• **Task description**
Keep every line in which "than" occurs and drop the rest of the data.

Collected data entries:
::::::

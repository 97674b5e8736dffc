import type { Method } from '../methods/method.ts';
import { binomialTest } from '../statistics/binomial-test.ts';
import { redrawTest } from '../statistics/redraw-test.ts';
import { runsTest } from '../statistics/runs-test.ts';
import type { CueTrial } from './cue-trials.ts';
import { labelOf, labelsOf } from './labels.ts';

// Cues that are no times: what was drawn before, and the order of a listener's own answers.

export type Pattern = {
  readonly listener: string | null;
  readonly p: number;
  /** How often it came, and how often by chance. */
  readonly observed: number;
  readonly expected: number;
  /** How far answers go with it, and with what was drawn, each in standard deviations under its own null. */
  readonly z: number;
  readonly truthZ: number;
};

/** Trials with the one before them in their session, where both locked one after the other. */
function pairsOf(trials: readonly CueTrial[]): [CueTrial, CueTrial][] {
  return trials.flatMap((trial, index): [CueTrial, CueTrial][] => {
    const before = trials[index - 1];
    return before !== undefined && before.session === trial.session ? [[before, trial]] : [];
  });
}

/** Whether what was drawn came again, or changed, more often than fair draws do: exactly binomial. */
export function drawRepeats(method: Method, trials: readonly CueTrial[]): Pattern | null {
  const pairs = pairsOf(trials);
  if (pairs.length === 0) return null;
  const repeats = pairs.filter(([a, b]) => labelOf(method, a.truth) === labelOf(method, b.truth)).length;
  const labels = labelsOf(method).length;
  const { p } = binomialTest(repeats, pairs.length, { numerator: 1, denominator: labels }, 'two-sided');
  return { listener: null, p, observed: repeats, expected: pairs.length / labels, z: 0, truthZ: 0 };
}

/** How far answers go with what was drawn, in standard deviations over all draws. */
export function truthZOf(method: Method, trials: readonly CueTrial[], listener: string | null = null): number {
  const labels = labelsOf(method);
  const { observed, mean, deviation } = redrawTest(
    trials.map(({ truth, answers }) => ({
      scores: method.truths.map((one) => countOf(answers, labelOf(method, one), listener)),
      drawn: method.truths.indexOf(truth),
    })),
  );
  if (deviation === 0 || labels.length === 0) return 0;
  return (observed - mean) / deviation;
}

function countOf(answers: CueTrial['answers'], label: string, listener: string | null): number {
  return answers.filter((answer) => answer.choice === label && (listener === null || answer.listener === listener))
    .length;
}

/**
 * Whether answers name what was right in the trial before: as they would if somebody learnt it, and stayed with an answer
 * that had been right or left one that had been wrong. The trial before is drawn anew, one draw for all listeners.
 */
export function followsPreviousTruth(method: Method, trials: readonly CueTrial[]): Pattern | null {
  const pairs = pairsOf(trials);
  if (pairs.length === 0) return null;
  const { observed, mean, deviation, p } = redrawTest(
    pairs.map(([before, { answers }]) => ({
      scores: method.truths.map((one) => countOf(answers, labelOf(method, one), null)),
      drawn: method.truths.indexOf(before.truth),
    })),
  );
  const z = deviation === 0 ? 0 : (observed - mean) / deviation;
  return { listener: null, p, observed, expected: mean, z, truthZ: truthZOf(method, trials) };
}

/**
 * Whether a listener's answers alternate, or stay, more than the same answers in another order would: runs of each
 * listener's most frequent answer against the others, counted exactly. The smallest p is adjusted for how many courses there
 * are by Bonferroni.
 */
export function alternation(method: Method, trials: readonly CueTrial[]): Pattern | null {
  const found: Pattern[] = [];
  for (const session of new Set(trials.map((trial) => trial.session))) {
    const own = trials.filter((trial) => trial.session === session);
    for (const listener of new Set(own.flatMap(({ answers }) => answers.map((answer) => answer.listener)))) {
      const course = own.flatMap(({ answers }) => answers.find((one) => one.listener === listener)?.choice ?? []);
      const pattern = alternationOf(course);
      if (pattern !== null) found.push({ ...pattern, listener, truthZ: truthZOf(method, own, listener) });
    }
  }
  const [first, ...others] = found;
  if (first === undefined) return null;
  const least = others.reduce((one, other) => (other.p < one.p ? other : one), first);
  return { ...least, p: Math.min(1, least.p * found.length) };
}

function alternationOf(course: readonly string[]): Pattern | null {
  if (course.length < 2) return null;
  const times = new Map<string, number>();
  for (const choice of course) times.set(choice, (times.get(choice) ?? 0) + 1);
  const [most] = [...times].sort(([a, m], [b, n]) => n - m || (a < b ? -1 : 1))[0] ?? [''];
  const marks = course.map((choice) => choice === most);
  const yes = marks.filter((mark) => mark).length;
  if (yes === marks.length) return null;
  const runs = 1 + marks.filter((mark, index) => index > 0 && mark !== marks[index - 1]).length;
  const { pTwoSided, mean, variance } = runsTest(yes, marks.length - yes, runs);
  const z = variance === 0 ? 0 : (runs - mean) / Math.sqrt(variance);
  return { listener: null, p: pTwoSided, observed: runs - 1, expected: mean - 1, z, truthZ: 0 };
}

::::::

• **Reply to the exercise**
/** Whether what was drawn came again, or changed, more often than fair draws do: exactly binomial. */
 * Whether a listener's answers alternate, or stay, more than the same answers in another order would: runs of each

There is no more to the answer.